A rule-based validator rejects any SQL containing INSERT, UPDATE, DELETE, DROP, or TRUNCATE before execution — independent of the LLM. Cannot be bypassed through prompt manipulation.

Live Schema Introspection

The agent reads the actual database schema on each request rather than a hardcoded description. New columns are automatically available without any prompt updates.

Self-Review Step

After generating SQL, the agent re-reads its own query via sql_db_query_checker to catch logical or syntactic errors before execution, reducing retry loops.

Multi-Turn Sessions

Up to 20 prior turns are prepended to each prompt. Follow-up questions correctly reference prior context; sessions are isolated so concurrent users don't affect each other.

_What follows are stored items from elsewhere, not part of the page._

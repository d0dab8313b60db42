// Log-likelihood contributions of a location-scale law on the scale y, with
// z = (y - μ)/σ and σ = e^s:
//   exact     ln f0(z) - s
//   right     ln S0(z)
//   left      ln F0(z)
//   interval  ln(F0(z_hi) - F0(z_lo))
// and their analytic first and second derivatives in (μ, s). For the first
// three, with g the log-function of z (ln f0, ln S0, ln F0) and ∂z/∂μ = -1/σ,
// ∂z/∂s = -z:
//   ℓ_μ = -g'/σ,  ℓ_s = -z g' (- 1 for exact),  ℓ_μμ = g''/σ²,
//   ℓ_μs = (z g'' + g')/σ,  ℓ_ss = z g' + z² g''.
// For an interval, with D = F0(z_hi) - F0(z_lo), a_e = f0(z_e)/D, h_e = (ln f0)'(z_e)
// and Σ± meaning (hi term) - (lo term):
//   A = Σ± a,  B = Σ± z a,  C = Σ± a h,  E = Σ± z a h,  G = Σ± z² a h;
//   ℓ_μ = -A/σ, ℓ_s = -B, ℓ_μμ = (C - A²)/σ², ℓ_μs = (E + A - AB)/σ, ℓ_ss = B + G - B².
// D itself is formed on whichever side of the law is smaller (survival
// functions when both ends are in the upper tail), in logs, so that neither
// tail cancels: ln D = ln X_near + ln(1 - X_far/X_near).
import type { StandardLaw } from './standard-families.ts';
import type { Bounds } from './bounds.ts';
import { EXACT, LEFT, RIGHT } from './censoring.ts';
import { log1mexp, NeumaierSum } from './log-arithmetic.ts';

/** Per-row first and second derivatives of the contributions in (μ, s). */
export interface RowDerivatives {
  gMu: Float64Array;
  gS: Float64Array;
  hMuMu: Float64Array;
  hMuS: Float64Array;
  hSS: Float64Array;
}

export function rowDerivatives(n: number): RowDerivatives {
  return {
    gMu: new Float64Array(n), gS: new Float64Array(n), hMuMu: new Float64Array(n), hMuS: new Float64Array(n), hSS: new Float64Array(n),
  };
}

/** ln(F0(zHi) - F0(zLo)) for zLo < zHi, on the smaller side of the law. */
export function logIntervalProbability(law: StandardLaw, zLo: number, zHi: number): number {
  const logSLo = law.logSurvival(zLo);
  const logFHi = law.logDistribution(zHi);
  if (logSLo < logFHi) return logSLo + log1mexp(law.logSurvival(zHi) - logSLo);
  return logFHi + log1mexp(law.logDistribution(zLo) - logFHi);
}

/**
 * Σ ℓ_i at location mu[i] and log scale s; with `out`, each row's
 * derivatives are written there.
 */
export function locationScaleLogLikelihood(
  law: StandardLaw,
  bounds: Bounds,
  mu: Float64Array,
  s: number,
  out: RowDerivatives | null,
): number {
  const invSigma = Math.exp(-s);
  const total = new NeumaierSum();
  const { kind, lo, hi } = bounds;
  for (let i = 0; i < kind.length; i++) {
    const k = kind[i];
    if (k === EXACT || k === RIGHT || k === LEFT) {
      const z = ((k === LEFT ? hi[i] : lo[i]) - mu[i]) * invSigma;
      let value: number;
      let g1 = 0;
      let g2 = 0;
      if (k === EXACT) {
        value = law.logDensity(z) - s;
        if (out) { g1 = law.score(z); g2 = law.scoreSlope(z); }
      } else if (k === RIGHT) {
        value = law.logSurvival(z);
        if (out) { g1 = law.survivalSlope(z); g2 = law.survivalCurvature(z); }
      } else {
        value = law.logDistribution(z);
        if (out) { g1 = law.distributionSlope(z); g2 = law.distributionCurvature(z); }
      }
      total.add(value);
      if (!out) continue;
      out.gMu[i] = -g1 * invSigma;
      out.gS[i] = -z * g1 - (k === EXACT ? 1 : 0);
      out.hMuMu[i] = g2 * invSigma * invSigma;
      out.hMuS[i] = (z * g2 + g1) * invSigma;
      out.hSS[i] = z * g1 + z * z * g2;
      continue;
    }
    const zLo = (lo[i] - mu[i]) * invSigma;
    const zHi = (hi[i] - mu[i]) * invSigma;
    const logD = logIntervalProbability(law, zLo, zHi);
    total.add(logD);
    if (!out) continue;
    const aHi = Math.exp(law.logDensity(zHi) - logD);
    const aLo = Math.exp(law.logDensity(zLo) - logD);
    const hHi = law.score(zHi);
    const hLo = law.score(zLo);
    const A = aHi - aLo;
    const B = zHi * aHi - zLo * aLo;
    const C = aHi * hHi - aLo * hLo;
    const E = zHi * aHi * hHi - zLo * aLo * hLo;
    const G = zHi * zHi * aHi * hHi - zLo * zLo * aLo * hLo;
    out.gMu[i] = -A * invSigma;
    out.gS[i] = -B;
    out.hMuMu[i] = (C - A * A) * invSigma * invSigma;
    out.hMuS[i] = (E + A - A * B) * invSigma;
    out.hSS[i] = B + G - B * B;
  }
  return total.value();
}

Example queries handled: acreage threshold filters, ownership lookups, county-level aggregates, multi-turn refinement ("now filter to parcels over 5 acres").

Results

30 min

Per-county processing
(from 8–16 hrs)

80–90%

Cost reduction
per county

$160–220k

Estimated annual
savings at 200 counties

Texas counties
processed

Validation — Rockwall County

The pipeline evaluated four layers in the Rockwall County GIS archive. Two were correctly ingested (parcel ownership polygons), two were correctly rejected (road centerlines, subdivision boundaries) — with no manual intervention required at any stage.

Layer	Geometry	Outcome
rockwall_ownership	Polygon	Ingested
rockwall_parcels	Polygon	Ingested
rockwall_roads	LineString	Rejected
rockwall_subdivisions	Polygon	Rejected

Tech Stack

Pipeline

Python AWS S3 AWS ECS PostgreSQL PostGIS GeoPandas psycopg3 boto3 OpenAI

NLP Search

LangChain GPT-4o FastAPI Next.js Pydantic

Capstone Presentation

Group 7 with the Diligence sponsor after the final presentation

Outcome

The system delivers a fully automated, county-agnostic ingestion pipeline with no county-specific code — any new county is added by uploading data to S3 and reviewing one generated JSON mapping file. Paired with an NLP search interface that removes the SQL barrier for non-technical users, the platform is production-ready for phased national rollout. Conservative projections estimate $160,000–$220,000 in annual labor savings at 200 counties, with additional ROI from accelerated deal sourcing and earlier geographic coverage.